» TASK TO CARRY OUT: What is needed is an exact transcription of every record below.

» SOURCE MATERIAL:
════════════════════

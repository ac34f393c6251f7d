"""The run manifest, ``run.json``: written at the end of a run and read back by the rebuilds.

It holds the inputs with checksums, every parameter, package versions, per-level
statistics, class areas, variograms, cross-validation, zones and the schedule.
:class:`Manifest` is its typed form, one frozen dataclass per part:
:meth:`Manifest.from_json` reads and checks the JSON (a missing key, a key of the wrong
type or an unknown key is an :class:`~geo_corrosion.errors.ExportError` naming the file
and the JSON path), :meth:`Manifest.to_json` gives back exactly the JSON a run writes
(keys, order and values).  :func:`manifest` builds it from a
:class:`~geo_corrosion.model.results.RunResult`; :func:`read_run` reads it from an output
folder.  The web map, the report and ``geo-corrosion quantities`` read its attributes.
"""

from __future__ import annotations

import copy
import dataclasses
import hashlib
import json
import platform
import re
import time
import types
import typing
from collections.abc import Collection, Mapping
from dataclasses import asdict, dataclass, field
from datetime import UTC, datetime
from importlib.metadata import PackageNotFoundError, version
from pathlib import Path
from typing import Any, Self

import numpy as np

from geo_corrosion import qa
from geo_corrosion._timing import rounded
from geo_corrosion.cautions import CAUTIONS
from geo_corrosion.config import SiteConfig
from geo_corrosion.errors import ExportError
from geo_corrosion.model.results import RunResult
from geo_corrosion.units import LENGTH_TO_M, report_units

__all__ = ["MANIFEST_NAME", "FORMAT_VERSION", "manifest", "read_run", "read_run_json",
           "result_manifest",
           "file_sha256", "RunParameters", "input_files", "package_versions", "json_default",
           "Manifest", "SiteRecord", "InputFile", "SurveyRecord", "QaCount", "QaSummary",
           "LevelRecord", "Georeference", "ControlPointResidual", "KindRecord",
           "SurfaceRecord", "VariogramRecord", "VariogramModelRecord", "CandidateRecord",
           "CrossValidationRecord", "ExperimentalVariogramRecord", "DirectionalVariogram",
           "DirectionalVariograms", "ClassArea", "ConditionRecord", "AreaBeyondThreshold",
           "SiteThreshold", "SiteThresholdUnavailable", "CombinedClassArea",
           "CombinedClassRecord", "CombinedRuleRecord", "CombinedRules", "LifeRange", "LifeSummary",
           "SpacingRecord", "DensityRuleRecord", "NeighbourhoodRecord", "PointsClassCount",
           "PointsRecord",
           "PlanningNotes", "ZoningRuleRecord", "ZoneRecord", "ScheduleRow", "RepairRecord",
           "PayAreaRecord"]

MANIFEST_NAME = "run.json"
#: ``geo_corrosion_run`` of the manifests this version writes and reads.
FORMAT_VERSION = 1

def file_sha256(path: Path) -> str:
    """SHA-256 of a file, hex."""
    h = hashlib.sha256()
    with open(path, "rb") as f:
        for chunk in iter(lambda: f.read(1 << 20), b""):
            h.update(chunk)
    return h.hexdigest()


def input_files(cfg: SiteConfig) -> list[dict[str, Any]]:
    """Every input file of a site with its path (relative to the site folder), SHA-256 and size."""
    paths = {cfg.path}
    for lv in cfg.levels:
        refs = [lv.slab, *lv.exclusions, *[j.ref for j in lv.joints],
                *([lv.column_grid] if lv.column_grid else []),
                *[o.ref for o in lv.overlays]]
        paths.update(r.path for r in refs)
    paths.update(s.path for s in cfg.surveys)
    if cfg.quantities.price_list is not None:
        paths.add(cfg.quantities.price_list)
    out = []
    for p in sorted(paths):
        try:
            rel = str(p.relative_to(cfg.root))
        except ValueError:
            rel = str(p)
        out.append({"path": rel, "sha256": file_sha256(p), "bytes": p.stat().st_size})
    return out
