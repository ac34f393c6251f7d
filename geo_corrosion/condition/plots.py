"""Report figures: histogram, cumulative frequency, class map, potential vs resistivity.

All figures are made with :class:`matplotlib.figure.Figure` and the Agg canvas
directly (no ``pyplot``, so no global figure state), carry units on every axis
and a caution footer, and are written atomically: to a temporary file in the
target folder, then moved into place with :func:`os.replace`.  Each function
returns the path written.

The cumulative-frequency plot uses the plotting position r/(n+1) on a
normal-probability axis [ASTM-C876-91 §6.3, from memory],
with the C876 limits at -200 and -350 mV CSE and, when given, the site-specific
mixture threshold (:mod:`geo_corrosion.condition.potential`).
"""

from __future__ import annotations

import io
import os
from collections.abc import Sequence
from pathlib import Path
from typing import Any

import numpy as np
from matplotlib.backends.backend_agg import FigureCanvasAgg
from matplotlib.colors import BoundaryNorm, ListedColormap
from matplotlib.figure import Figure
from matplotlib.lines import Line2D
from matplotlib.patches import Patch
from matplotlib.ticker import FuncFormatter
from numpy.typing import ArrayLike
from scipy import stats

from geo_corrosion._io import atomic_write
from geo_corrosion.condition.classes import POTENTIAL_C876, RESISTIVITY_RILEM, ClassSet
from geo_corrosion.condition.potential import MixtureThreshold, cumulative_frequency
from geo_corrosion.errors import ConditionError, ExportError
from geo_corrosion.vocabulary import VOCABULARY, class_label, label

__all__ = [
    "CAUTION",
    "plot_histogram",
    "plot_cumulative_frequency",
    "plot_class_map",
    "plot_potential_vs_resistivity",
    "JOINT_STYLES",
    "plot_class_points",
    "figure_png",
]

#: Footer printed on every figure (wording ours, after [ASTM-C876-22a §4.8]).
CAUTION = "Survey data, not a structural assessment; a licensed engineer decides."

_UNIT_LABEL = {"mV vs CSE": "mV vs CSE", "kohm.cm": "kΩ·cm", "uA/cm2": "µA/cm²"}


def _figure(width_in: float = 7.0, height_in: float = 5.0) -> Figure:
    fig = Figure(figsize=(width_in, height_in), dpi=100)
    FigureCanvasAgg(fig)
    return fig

════════════════════

» FINISHED EXERCISE:
repository ac34f393c6251f7d
"""The run manifest, ``run.json``: written at the end of a run and read back by the rebuilds.

It holds the inputs with checksums, every parameter, package versions, per-level
statistics, class areas, variograms, cross-validation, zones and the schedule.
:class:`Manifest` is its typed form, one frozen dataclass per part:
:meth:`Manifest.from_json` reads and checks the JSON (a missing key, a key of the wrong
type or an unknown key is an :class:`~geo_corrosion.errors.ExportError` naming the file
and the JSON path), :meth:`Manifest.to_json` gives back exactly the JSON a run writes
(keys, order and values).  :func:`manifest` builds it from a
:class:`~geo_corrosion.model.results.RunResult`; :func:`read_run` reads it from an output
folder.  The web map, the report and ``geo-corrosion quantities`` read its attributes.
"""

from __future__ import annotations

import copy
import dataclasses
import hashlib
import json
import platform
import re
import time
import types
import typing
from collections.abc import Collection, Mapping
from dataclasses import asdict, dataclass, field
from datetime import UTC, datetime
from importlib.metadata import PackageNotFoundError, version
from pathlib import Path
from typing import Any, Self

import numpy as np

from geo_corrosion import qa
from geo_corrosion._timing import rounded
from geo_corrosion.cautions import CAUTIONS
from geo_corrosion.config import SiteConfig
from geo_corrosion.errors import ExportError
from geo_corrosion.model.results import RunResult
from geo_corrosion.units import LENGTH_TO_M, report_units

__all__ = ["MANIFEST_NAME", "FORMAT_VERSION", "manifest", "read_run", "read_run_json",
           "result_manifest",
           "file_sha256", "RunParameters", "input_files", "package_versions", "json_default",
           "Manifest", "SiteRecord", "InputFile", "SurveyRecord", "QaCount", "QaSummary",
           "LevelRecord", "Georeference", "ControlPointResidual", "KindRecord",
           "SurfaceRecord", "VariogramRecord", "VariogramModelRecord", "CandidateRecord",
           "CrossValidationRecord", "ExperimentalVariogramRecord", "DirectionalVariogram",
           "DirectionalVariograms", "ClassArea", "ConditionRecord", "AreaBeyondThreshold",
           "SiteThreshold", "SiteThresholdUnavailable", "CombinedClassArea",
           "CombinedClassRecord", "CombinedRuleRecord", "CombinedRules", "LifeRange", "LifeSummary",
           "SpacingRecord", "DensityRuleRecord", "NeighbourhoodRecord", "PointsClassCount",
           "PointsRecord",
           "PlanningNotes", "ZoningRuleRecord", "ZoneRecord", "ScheduleRow", "RepairRecord",
           "PayAreaRecord"]

MANIFEST_NAME = "run.json"
#: ``geo_corrosion_run`` of the manifests this version writes and reads.
FORMAT_VERSION = 1

def file_sha256(path: Path) -> str:
    """SHA-256 of a file, hex."""
    h = hashlib.sha256()
    with open(path, "rb") as f:
        for chunk in iter(lambda: f.read(1 << 20), b""):
            h.update(chunk)
    return h.hexdigest()


def input_files(cfg: SiteConfig) -> list[dict[str, Any]]:
    """Every input file of a site with its path (relative to the site folder), SHA-256 and size."""
    paths = {cfg.path}
    for lv in cfg.levels:
        refs = [lv.slab, *lv.exclusions, *[j.ref for j in lv.joints],
                *([lv.column_grid] if lv.column_grid else []),
                *[o.ref for o in lv.overlays]]
        paths.update(r.path for r in refs)
    paths.update(s.path for s in cfg.surveys)
    if cfg.quantities.price_list is not None:
        paths.add(cfg.quantities.price_list)
    out = []
    for p in sorted(paths):
        try:
            rel = str(p.relative_to(cfg.root))
        except ValueError:
            rel = str(p)
        out.append({"path": rel, "sha256": file_sha256(p), "bytes": p.stat().st_size})
    return out
repository ac34f393c6251f7d
filename geo_corrosion/condition/plots.py
"""Report figures: histogram, cumulative frequency, class map, potential vs resistivity.

All figures are made with :class:`matplotlib.figure.Figure` and the Agg canvas
directly (no ``pyplot``, so no global figure state), carry units on every axis
and a caution footer, and are written atomically: to a temporary file in the
target folder, then moved into place with :func:`os.replace`.  Each function
returns the path written.

The cumulative-frequency plot uses the plotting position r/(n+1) on a
normal-probability axis [ASTM-C876-91 §6.3, from memory],
with the C876 limits at -200 and -350 mV CSE and, when given, the site-specific
mixture threshold (:mod:`geo_corrosion.condition.potential`).
"""

from __future__ import annotations

import io
import os
from collections.abc import Sequence
from pathlib import Path
from typing import Any

import numpy as np
from matplotlib.backends.backend_agg import FigureCanvasAgg
from matplotlib.colors import BoundaryNorm, ListedColormap
from matplotlib.figure import Figure
from matplotlib.lines import Line2D
from matplotlib.patches import Patch
from matplotlib.ticker import FuncFormatter
from numpy.typing import ArrayLike
from scipy import stats

from geo_corrosion._io import atomic_write
from geo_corrosion.condition.classes import POTENTIAL_C876, RESISTIVITY_RILEM, ClassSet
from geo_corrosion.condition.potential import MixtureThreshold, cumulative_frequency
from geo_corrosion.errors import ConditionError, ExportError
from geo_corrosion.vocabulary import VOCABULARY, class_label, label

__all__ = [
    "CAUTION",
    "plot_histogram",
    "plot_cumulative_frequency",
    "plot_class_map",
    "plot_potential_vs_resistivity",
    "JOINT_STYLES",
    "plot_class_points",
    "figure_png",
]

#: Footer printed on every figure (wording ours, after [ASTM-C876-22a §4.8]).
CAUTION = "Survey data, not a structural assessment; a licensed engineer decides."

_UNIT_LABEL = {"mV vs CSE": "mV vs CSE", "kohm.cm": "kΩ·cm", "uA/cm2": "µA/cm²"}


def _figure(width_in: float = 7.0, height_in: float = 5.0) -> Figure:
    fig = Figure(figsize=(width_in, height_in), dpi=100)
    FigureCanvasAgg(fig)
    return fig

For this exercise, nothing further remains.